> [TO DO] As an exercise, copy out the entries exactly as written.

——

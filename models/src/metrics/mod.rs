//! Every metric layflow reports, defined once: the registry, each replication's values, and summaries.
//!
//! `registry.rs` names every metric (name, table label, unit, better
//! direction, scope); `compute.rs` is the only place a replication's value of
//! a metric is computed; `list.rs` says which metrics a plant has and reads a
//! name a user typed; `estimate.rs` turns replications into intervals;
//! `summary.rs` is what `run` reports per layout.

pub mod by_bucket;
pub mod compute;
pub mod estimate;
pub mod list;
pub mod registry;
pub mod summary;

pub use by_bucket::{bucket_metrics, bucket_values, BucketAccumulator, BucketSummary, Peak};
pub use compute::{observed, value};
pub use estimate::{dur, est, est_with_se, DurationEstimate, Estimate, Moments, CONFIDENCE};
pub use list::{
    every_metric, find_metric, metrics, segment_subject, subjects, values, values_mean, Features, Metric,
};
pub use registry::{canonical, Better, Def, Id, Kind, Scope, Unit, DEFS};
pub use summary::{
    summarize, CrewSummary, DepartmentSummary, FleetSummary, KitSummary, LayoutAccumulator, LayoutSummary,
    ProductSummary, SegmentSummary,
};
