//! Pictures as SVG: fleet size against mover wait and utilisation, with the target lines.

use layflow_models::report::Estimate;
use plotters::prelude::*;

use crate::fleet::SizeResult;
use crate::target::{Target, Unit, TARGET_METRICS};
use crate::Failure;

/// Our palette: teal for means, amber for tails, slate for the analytic line, brick for targets.
const TEAL: RGBColor = RGBColor(27, 127, 121);
const AMBER: RGBColor = RGBColor(217, 140, 0);
const SLATE: RGBColor = RGBColor(61, 74, 92);
const BRICK: RGBColor = RGBColor(179, 64, 58);

fn plot_error(e: impl std::fmt::Display) -> Failure {
    Failure::run(format!("cannot draw the picture: {e}"))
}

/// Two panels over fleet size: wait (mean and p95, minutes) and utilisation
/// (simulated with its interval, and analytic), with each target as a dashed line.
pub fn fleet_svg(fleet: &str, sizes: &[SizeResult], targets: &[Target]) -> Result<String, Failure> {
    let mut svg = String::new();
    {
        let root = SVGBackend::with_string(&mut svg, (900, 720)).into_drawing_area();
        root.fill(&WHITE).map_err(plot_error)?;
        let (top, bottom) = root.split_vertically(360);
        let xs: Vec<f64> = sizes.iter().map(|r| f64::from(r.movers)).collect();
        let (x0, x1) = (xs.first().copied().unwrap_or(1.0) - 0.5, xs.last().copied().unwrap_or(1.0) + 0.5);

        let minutes = |e: &Estimate| e.mean / 60.0;
        let wait_targets: Vec<(&Target, f64)> = targets
            .iter()
            .filter(|t| TARGET_METRICS[t.metric].1 == Unit::Duration && t.name.starts_with("move_wait"))
            .map(|t| (t, t.value / 60.0))
            .collect();
        let ymax = sizes
            .iter()
            .flat_map(|r| [minutes(&r.move_wait_s), minutes(&r.move_wait_p95_s)])
            .chain(wait_targets.iter().map(|t| t.1))
            .filter(|v| v.is_finite())
            .fold(0.0f64, f64::max)
            .max(1e-3)
            * 1.15;
        let mut c = ChartBuilder::on(&top)
            .caption(format!("Fleet {fleet}: wait for a mover"), ("sans-serif", 22))
            .margin(14)
            .x_label_area_size(40)
            .y_label_area_size(60)
            .build_cartesian_2d(x0..x1, 0.0..ymax)
            .map_err(plot_error)?;
        c.configure_mesh()
            .x_desc("movers in the fleet")
            .y_desc("wait (min)")
            .x_labels(sizes.len().min(20))
            .x_label_formatter(&|x| format!("{x:.0}"))
            .light_line_style(RGBColor(235, 235, 235))
            .draw()
            .map_err(plot_error)?;
        for (label, color, pick) in [("mean wait", TEAL, 0usize), ("95th-percentile wait", AMBER, 1)] {
            let pts: Vec<(f64, f64)> = sizes
                .iter()
                .map(|r| {
                    (
                        f64::from(r.movers),
                        if pick == 0 { minutes(&r.move_wait_s) } else { minutes(&r.move_wait_p95_s) },
                    )
                })
                .filter(|p| p.1.is_finite())
                .collect();
            c.draw_series(LineSeries::new(pts.clone(), color.stroke_width(3)))
                .map_err(plot_error)?
                .label(label)
                .legend(move |(x, y)| PathElement::new(vec![(x, y), (x + 24, y)], color.stroke_width(3)));
            c.draw_series(pts.iter().map(|&p| Circle::new(p, 4, color.filled()))).map_err(plot_error)?;
        }
        for (t, v) in &wait_targets {
            c.draw_series(DashedLineSeries::new(vec![(x0, *v), (x1, *v)], 8, 6, BRICK.stroke_width(2)))
                .map_err(plot_error)?
                .label(format!("target: {}", t.describe()))
                .legend(|(x, y)| PathElement::new(vec![(x, y), (x + 24, y)], BRICK.stroke_width(2)));
        }
        c.configure_series_labels()
            .background_style(WHITE.mix(0.9))
            .border_style(RGBColor(200, 200, 200))
            .position(SeriesLabelPosition::UpperRight)
            .draw()
            .map_err(plot_error)?;

        let util_targets: Vec<(&Target, f64)> = targets
            .iter()
            .filter(|t| TARGET_METRICS[t.metric].1 == Unit::Share)
            .map(|t| (t, t.value * 100.0))
            .collect();
        let mut c = ChartBuilder::on(&bottom)
            .caption(format!("Fleet {fleet}: utilisation"), ("sans-serif", 22))
            .margin(14)
            .x_label_area_size(40)
            .y_label_area_size(60)
            .build_cartesian_2d(x0..x1, 0.0..105.0)
            .map_err(plot_error)?;
        c.configure_mesh()
            .x_desc("movers in the fleet")
            .y_desc("busy share (%)")
            .x_labels(sizes.len().min(20))
            .x_label_formatter(&|x| format!("{x:.0}"))
            .light_line_style(RGBColor(235, 235, 235))
            .draw()
            .map_err(plot_error)?;
        let sim: Vec<(f64, f64)> =
            sizes.iter().map(|r| (f64::from(r.movers), r.utilization.mean * 100.0)).collect();
        c.draw_series(LineSeries::new(sim.clone(), TEAL.stroke_width(3)))
            .map_err(plot_error)?
            .label("simulated (bars: 95% interval)")
            .legend(|(x, y)| PathElement::new(vec![(x, y), (x + 24, y)], TEAL.stroke_width(3)));
        c.draw_series(sizes.iter().filter_map(|r| {
            let h = r.utilization.half_width? * 100.0;
            let x = f64::from(r.movers);
            let m = r.utilization.mean * 100.0;
            Some(PathElement::new(vec![(x, m - h), (x, m + h)], TEAL.stroke_width(2)))
        }))
        .map_err(plot_error)?;
        c.draw_series(sim.iter().map(|&p| Circle::new(p, 4, TEAL.filled()))).map_err(plot_error)?;
        let analytic: Vec<(f64, f64)> = sizes
            .iter()
            .map(|r| (f64::from(r.movers), (r.utilization_analytic * 100.0).min(105.0)))
            .collect();
        c.draw_series(LineSeries::new(analytic, SLATE.stroke_width(2)))
            .map_err(plot_error)?
            .label("analytic estimate")
            .legend(|(x, y)| PathElement::new(vec![(x, y), (x + 24, y)], SLATE.stroke_width(2)));
        for (t, v) in &util_targets {
            c.draw_series(DashedLineSeries::new(vec![(x0, *v), (x1, *v)], 8, 6, BRICK.stroke_width(2)))
                .map_err(plot_error)?
                .label(format!("target: {}", t.describe()))
                .legend(|(x, y)| PathElement::new(vec![(x, y), (x + 24, y)], BRICK.stroke_width(2)));
        }
        c.configure_series_labels()
            .background_style(WHITE.mix(0.9))
            .border_style(RGBColor(200, 200, 200))
            .position(SeriesLabelPosition::UpperRight)
            .draw()
            .map_err(plot_error)?;
        root.present().map_err(plot_error)?;
    }
    Ok(svg)
}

——

> [WRITTEN SOLUTION]
filename models/src/metrics/mod.rs
//! Every metric layflow reports, defined once: the registry, each replication's values, and summaries.
//!
//! `registry.rs` names every metric (name, table label, unit, better
//! direction, scope); `compute.rs` is the only place a replication's value of
//! a metric is computed; `list.rs` says which metrics a plant has and reads a
//! name a user typed; `estimate.rs` turns replications into intervals;
//! `summary.rs` is what `run` reports per layout.

pub mod by_bucket;
pub mod compute;
pub mod estimate;
pub mod list;
pub mod registry;
pub mod summary;

pub use by_bucket::{bucket_metrics, bucket_values, BucketAccumulator, BucketSummary, Peak};
pub use compute::{observed, value};
pub use estimate::{dur, est, est_with_se, DurationEstimate, Estimate, Moments, CONFIDENCE};
pub use list::{
    every_metric, find_metric, metrics, segment_subject, subjects, values, values_mean, Features, Metric,
};
pub use registry::{canonical, Better, Def, Id, Kind, Scope, Unit, DEFS};
pub use summary::{
    summarize, CrewSummary, DepartmentSummary, FleetSummary, KitSummary, LayoutAccumulator, LayoutSummary,
    ProductSummary, SegmentSummary,
};
//! Pictures as SVG: fleet size against mover wait and utilisation, with the target lines.

use layflow_models::report::Estimate;
use plotters::prelude::*;

use crate::fleet::SizeResult;
use crate::target::{Target, Unit, TARGET_METRICS};
use crate::Failure;

/// Our palette: teal for means, amber for tails, slate for the analytic line, brick for targets.
const TEAL: RGBColor = RGBColor(27, 127, 121);
const AMBER: RGBColor = RGBColor(217, 140, 0);
const SLATE: RGBColor = RGBColor(61, 74, 92);
const BRICK: RGBColor = RGBColor(179, 64, 58);

fn plot_error(e: impl std::fmt::Display) -> Failure {
    Failure::run(format!("cannot draw the picture: {e}"))
}

/// Two panels over fleet size: wait (mean and p95, minutes) and utilisation
/// (simulated with its interval, and analytic), with each target as a dashed line.
pub fn fleet_svg(fleet: &str, sizes: &[SizeResult], targets: &[Target]) -> Result<String, Failure> {
    let mut svg = String::new();
    {
        let root = SVGBackend::with_string(&mut svg, (900, 720)).into_drawing_area();
        root.fill(&WHITE).map_err(plot_error)?;
        let (top, bottom) = root.split_vertically(360);
        let xs: Vec<f64> = sizes.iter().map(|r| f64::from(r.movers)).collect();
        let (x0, x1) = (xs.first().copied().unwrap_or(1.0) - 0.5, xs.last().copied().unwrap_or(1.0) + 0.5);

        let minutes = |e: &Estimate| e.mean / 60.0;
        let wait_targets: Vec<(&Target, f64)> = targets
            .iter()
            .filter(|t| TARGET_METRICS[t.metric].1 == Unit::Duration && t.name.starts_with("move_wait"))
            .map(|t| (t, t.value / 60.0))
            .collect();
        let ymax = sizes
            .iter()
            .flat_map(|r| [minutes(&r.move_wait_s), minutes(&r.move_wait_p95_s)])
            .chain(wait_targets.iter().map(|t| t.1))
            .filter(|v| v.is_finite())
            .fold(0.0f64, f64::max)
            .max(1e-3)
            * 1.15;
        let mut c = ChartBuilder::on(&top)
            .caption(format!("Fleet {fleet}: wait for a mover"), ("sans-serif", 22))
            .margin(14)
            .x_label_area_size(40)
            .y_label_area_size(60)
            .build_cartesian_2d(x0..x1, 0.0..ymax)
            .map_err(plot_error)?;
        c.configure_mesh()
            .x_desc("movers in the fleet")
            .y_desc("wait (min)")
            .x_labels(sizes.len().min(20))
            .x_label_formatter(&|x| format!("{x:.0}"))
            .light_line_style(RGBColor(235, 235, 235))
            .draw()
            .map_err(plot_error)?;
        for (label, color, pick) in [("mean wait", TEAL, 0usize), ("95th-percentile wait", AMBER, 1)] {
            let pts: Vec<(f64, f64)> = sizes
                .iter()
                .map(|r| {
                    (
                        f64::from(r.movers),
                        if pick == 0 { minutes(&r.move_wait_s) } else { minutes(&r.move_wait_p95_s) },
                    )
                })
                .filter(|p| p.1.is_finite())
                .collect();
            c.draw_series(LineSeries::new(pts.clone(), color.stroke_width(3)))
                .map_err(plot_error)?
                .label(label)
                .legend(move |(x, y)| PathElement::new(vec![(x, y), (x + 24, y)], color.stroke_width(3)));
            c.draw_series(pts.iter().map(|&p| Circle::new(p, 4, color.filled()))).map_err(plot_error)?;
        }
        for (t, v) in &wait_targets {
            c.draw_series(DashedLineSeries::new(vec![(x0, *v), (x1, *v)], 8, 6, BRICK.stroke_width(2)))
                .map_err(plot_error)?
                .label(format!("target: {}", t.describe()))
                .legend(|(x, y)| PathElement::new(vec![(x, y), (x + 24, y)], BRICK.stroke_width(2)));
        }
        c.configure_series_labels()
            .background_style(WHITE.mix(0.9))
            .border_style(RGBColor(200, 200, 200))
            .position(SeriesLabelPosition::UpperRight)
            .draw()
            .map_err(plot_error)?;

        let util_targets: Vec<(&Target, f64)> = targets
            .iter()
            .filter(|t| TARGET_METRICS[t.metric].1 == Unit::Share)
            .map(|t| (t, t.value * 100.0))
            .collect();
        let mut c = ChartBuilder::on(&bottom)
            .caption(format!("Fleet {fleet}: utilisation"), ("sans-serif", 22))
            .margin(14)
            .x_label_area_size(40)
            .y_label_area_size(60)
            .build_cartesian_2d(x0..x1, 0.0..105.0)
            .map_err(plot_error)?;
        c.configure_mesh()
            .x_desc("movers in the fleet")
            .y_desc("busy share (%)")
            .x_labels(sizes.len().min(20))
            .x_label_formatter(&|x| format!("{x:.0}"))
            .light_line_style(RGBColor(235, 235, 235))
            .draw()
            .map_err(plot_error)?;
        let sim: Vec<(f64, f64)> =
            sizes.iter().map(|r| (f64::from(r.movers), r.utilization.mean * 100.0)).collect();
        c.draw_series(LineSeries::new(sim.clone(), TEAL.stroke_width(3)))
            .map_err(plot_error)?
            .label("simulated (bars: 95% interval)")
            .legend(|(x, y)| PathElement::new(vec![(x, y), (x + 24, y)], TEAL.stroke_width(3)));
        c.draw_series(sizes.iter().filter_map(|r| {
            let h = r.utilization.half_width? * 100.0;
            let x = f64::from(r.movers);
            let m = r.utilization.mean * 100.0;
            Some(PathElement::new(vec![(x, m - h), (x, m + h)], TEAL.stroke_width(2)))
        }))
        .map_err(plot_error)?;
        c.draw_series(sim.iter().map(|&p| Circle::new(p, 4, TEAL.filled()))).map_err(plot_error)?;
        let analytic: Vec<(f64, f64)> = sizes
            .iter()
            .map(|r| (f64::from(r.movers), (r.utilization_analytic * 100.0).min(105.0)))
            .collect();
        c.draw_series(LineSeries::new(analytic, SLATE.stroke_width(2)))
            .map_err(plot_error)?
            .label("analytic estimate")
            .legend(|(x, y)| PathElement::new(vec![(x, y), (x + 24, y)], SLATE.stroke_width(2)));
        for (t, v) in &util_targets {
            c.draw_series(DashedLineSeries::new(vec![(x0, *v), (x1, *v)], 8, 6, BRICK.stroke_width(2)))
                .map_err(plot_error)?
                .label(format!("target: {}", t.describe()))
                .legend(|(x, y)| PathElement::new(vec![(x, y), (x + 24, y)], BRICK.stroke_width(2)));
        }
        c.configure_series_labels()
            .background_style(WHITE.mix(0.9))
            .border_style(RGBColor(200, 200, 200))
            .position(SeriesLabelPosition::UpperRight)
            .draw()
            .map_err(plot_error)?;
        root.present().map_err(plot_error)?;
    }
    Ok(svg)
}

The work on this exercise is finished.